These are the key concepts you need to understand to accurately answer the question.

Initial Value Problems
Initial value problems (IVPs) are a type of differential equation where the solution is required to satisfy certain conditions at the beginning of the interval. These conditions are called "initial values". In the context of solving differential equations, initial values specify the state of the system at the start of the time period of interest.
For our exercise, the system of equations is given initial values of \(x_1(0) = 0.8\) and \(x_2(0) = 0\). This means that at time \(t=0\), the variable \(x_1\) starts at 0.8, and \(x_2\) starts at 0.
Initial value problems are crucial in modeling scenarios where the initial state is known and the objective is to predict future behavior.
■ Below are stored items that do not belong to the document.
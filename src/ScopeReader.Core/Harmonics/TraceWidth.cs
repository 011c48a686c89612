using ScopeReader.Readings;

namespace ScopeReader.Harmonics;

/// <summary>The width of a line of a trace some dB below its top.</summary>
/// <param name="Width">Hz.</param>
/// <param name="Terms">Its own uncertainty, Hz.</param>
internal sealed record TraceWidth(double Width, IReadOnlyList<BudgetTerm> Terms)
{
    // A straight line in dB between two points of a Gaussian skirt is off by an eighth of the second difference, under this share of a spacing.
    private const double Interpolation = 0.1;

    /// <summary>Walks out from the top to the first crossings.</summary>
    /// <param name="levels">The trace.</param>
    /// <param name="top">Index of the line's highest point.</param>
    /// <param name="line">The line.</param>
    /// <param name="down">dB.</param>
    /// <returns>The width; null where the span ends before, or noise comes first.</returns>
    public static TraceWidth? Of(TraceLevels levels, int top, TraceLine line, double down)
    {
        double level = line.LevelDb - down;
        if (Crossing(levels, top, level, -1) is not { } low || Crossing(levels, top, level, +1) is not { } high)
            return null;
        TraceNoise noise = levels.Noise(top);
        double u = noise.Of(Math.Max(level, noise.MeanDb)), slopes = 1 / low.Slope + 1 / high.Slope;
        double uTop = Math.Sqrt(line.LevelTerms.Sum(t => t.Contribution * t.Contribution));
        return new TraceWidth(high.Frequency - low.Frequency,
        [
            BudgetTerm.Normal("noise", u * double.Hypot(1 / low.Slope, 1 / high.Slope)),
            BudgetTerm.Normal("level of the top", uTop * slopes),
            BudgetTerm.Rectangular("point-spacing", Interpolation * levels.Spacing * Math.Sqrt(2)),
        ]);
    }

    // Frequency, and dB a hertz there.
    private static (double Frequency, double Slope)? Crossing(TraceLevels levels, int top, double level, int step)
    {
        for (int i = top + step; i >= 0 && i < levels.Count; i += step)
        {
            if (levels.Level(i) > level)
                continue;
            double inner = levels.Level(i - step), outer = levels.Level(i), f0 = levels.Frequency(i - step), f1 = levels.Frequency(i);
            return (f0 + (inner - level) / (inner - outer) * (f1 - f0), (inner - outer) / Math.Abs(f1 - f0));
        }
        return null;
    }
}
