using ScopeReader.Readings;

namespace ScopeReader.Harmonics;

/// <summary>The noise of a spectrum trace near a place.</summary>
/// <param name="MeanDb">Level of its mean power.</param>
/// <param name="Averages">How many independent powers each point averages, by their spread: 1 scatters by 5.57 dB.</param>
internal readonly record struct TraceNoise(double MeanDb, double Averages)
{
    // The variance in dB of the mean of n exponential powers is (10/ln 10)² ψ'(n), and ψ'(n) is 1/(n - 1/2) within 4 % from n = 1.
    private const double SquareDb = 18.861169, MadToSigma = 1.4826;

    /// <summary>Noise of a set of points, lines among them left out as outliers.</summary>
    /// <param name="levels">dB; sorted in place.</param>
    public static TraceNoise Of(Span<double> levels)
    {
        levels.Sort();
        double median = levels[levels.Length / 2];
        double[] distances = new double[levels.Length];
        for (int i = 0; i < levels.Length; i++)
            distances[i] = Math.Abs(levels[i] - median);
        Array.Sort(distances);
        double sigma = MadToSigma * distances[distances.Length / 2], power = 0;
        int count = 0;
        foreach (double level in levels)
            if (level <= median + 4 * Math.Max(sigma, 0.25))
            {
                power += Decibels.PowerRatio(level - median);
                count++;
            }
        return new TraceNoise(median + Decibels.OfPowers(power / count), sigma > 0 ? SquareDb / (sigma * sigma) + 0.5 : 1e9);
    }

    /// <summary>The level that noise alone exceeds with probability 1 % at any of some points: the tail of a χ² (Laurent and Massart 2000, from memory), and 3 dB at least.</summary>
    public double Threshold(int points)
    {
        double x = Math.Log(100.0 * points) / Averages;
        return MeanDb + Math.Max(3, Decibels.OfPowers(1 + Math.Sqrt(2 * x) + x));
    }

    /// <summary>Standard uncertainty that this noise gives a line read together with it, dB of the line alone.</summary>
    /// <param name="lineDb">Level of the line alone.</param>
    public double Of(double lineDb)
    {
        double noise = Decibels.PowerRatio(MeanDb - lineDb);
        return Decibels.PerRelativeAmplitude / 2 * Math.Sqrt((2 * noise + noise * noise) / Averages);
    }
}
Think of a rocket's trajectory starting from a launch pad, or the growth of a population starting from a known size.
Runge-Kutta Method
The Runge-Kutta methods are a family of iterative methods used to approximate solutions to ordinary differential equations. They are known for their accuracy and stability, especially the 4th-order Runge-Kutta method, which is one of the most commonly used.
In our problem, we use the 4th-order Runge-Kutta method to solve the initial value problem numerically. It approximates the solution by combining information from several points in each interval, rather than just the endpoints.
This approach improves the accuracy without significantly increasing the computational complexity. The Runge-Kutta method is favored because it balances efficiency and precision, making it especially useful for solving systems of differential equations like the one in our exercise.
Numerical Solutions
When analytical solutions to differential equations are difficult or impossible to find, numerical solutions provide an alternative. These are approximate solutions obtained using computational algorithms.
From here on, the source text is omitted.